For a full list of supported properties visit the Property Dictionary or to compare the three device data files visit the Compare Device Data page.

In addition to presenting content to your users in an appropriate fashion you will also have data you need to see the full picture. An analytics system such as Google Analytics that you may already have in place can easily be augmented with additional information you gain by using our data. Hence you can conduct more in-depth analysis and take steps to improve experience for your target audience.

Even if your current device detection solution is capable of handling the day-to-day requests, are you prepared for every eventuality? What if the number of requests was to increase dramatically over a short period of time putting a strain on your resources, increasing detection time that would degrade website performance. Imagine a website that decided to do live coverage of the World Cup and already has some device detection in place. This website usually experiences thousands of requests per minute which it handles nicely. But what happens when the amount of requests increases dramatically for the 2 hours the game is played. Slow device detection will become the single point of failure that will worsen user experience to the point where users will be forced to use an alternative. Five million detections per second offered by 51Degrees solution guarantee that performance will remain fast and accurate even at peak times.

Update: 14/11/2014

The original version of this blog did not provide details of the average detection time when run over a single CPU core. This addition shows how this figures has been calculated using one of the test machines from the original blog.

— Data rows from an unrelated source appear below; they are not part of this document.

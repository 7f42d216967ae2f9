-- Flights that are flown again whenever newer air arrives that covers them.
CREATE TABLE watches (
  flight_id      TEXT PRIMARY KEY REFERENCES flights (id) ON DELETE CASCADE,
  tell_beyond    REAL NOT NULL, -- m that the landing moves before it is told
  within         REAL NOT NULL, -- m from the launch to where air was observed
  within_time    REAL NOT NULL, -- s from the release to when air is valid
  told_run_id    TEXT NOT NULL REFERENCES runs (id), -- whose landing was told last
  webhook_url    TEXT,
  webhook_secret TEXT,
  webhook_kinds  TEXT,          -- JSON list of the kinds of event to deliver
  created_at     TEXT NOT NULL,
  updated_at     TEXT NOT NULL
) STRICT;

-- Flights still to be tried in air that has arrived; written in the transaction that stores the air.
CREATE TABLE due_reruns (
  flight_id TEXT NOT NULL REFERENCES watches (flight_id) ON DELETE CASCADE,
  air       TEXT NOT NULL,      -- JSON as a plan names air
  PRIMARY KEY (flight_id, air)
) STRICT;

-- What happened to a flight's prediction, never changed. `answer` is the JSON that the API answers.
CREATE TABLE events (
  id        TEXT PRIMARY KEY,   -- UUIDv7, made in the transaction that stores it: sorts by commit
  flight_id TEXT NOT NULL REFERENCES flights (id) ON DELETE CASCADE,
  kind      TEXT NOT NULL,
  answer    TEXT NOT NULL
) STRICT;

CREATE INDEX events_by_flight ON events (flight_id, id);

-- Events owed to a webhook; a row goes when it is delivered or given up.
CREATE TABLE deliveries (
  event_id  TEXT PRIMARY KEY REFERENCES events (id) ON DELETE CASCADE,
  flight_id TEXT NOT NULL REFERENCES watches (flight_id) ON DELETE CASCADE,
  attempts  INTEGER NOT NULL,
  due_at    REAL NOT NULL,      -- seconds since 1970 UTC
  complaint TEXT                -- why the last attempt failed
) STRICT;

CREATE INDEX deliveries_by_due ON deliveries (due_at);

Test environment and setup:

  • Platform: Alienware Laptop (2013) with Intel Core i7-3740QM, 2.7 GHz and 8Gb RAM (1600MHz) under Windows 7x64. Platform Original cost: 1250 USD (VAT included), mid-2014 cost: 900 USD.
  • Enterprise Trie data file was used as the devices signatures database. A list of million user agent strings was used to perform matching.

Test parameters:

  • We have compiled and used PerfTrie program that is part of our 51Degrees C distribution to conduct this test. PerfTrie is an implementation of C detector that is designed to measure the number of detections per second.
  • PerfTrie was compiled from the sources distributed with our C package using the supplied makefile. An –O3 optimisation parameter was added to the makefile to optimise the compiled code.
  • PerfTrie has been changed to use a single thread, and to perform 100 passes to obtain a smoother average.

Test result:

Our test environment produced a figure of 625 000 average detections per second across 100 iterations. Which means 625 000 devices were detected every second on average. To find the time it took to detect a single device we divide time (which is 1 second, or 1000ms) by the number of detections, which is 625 000. So 1000 / 625000 = 0.0016ms. Meaning it takes 0.0016ms to detect a single device.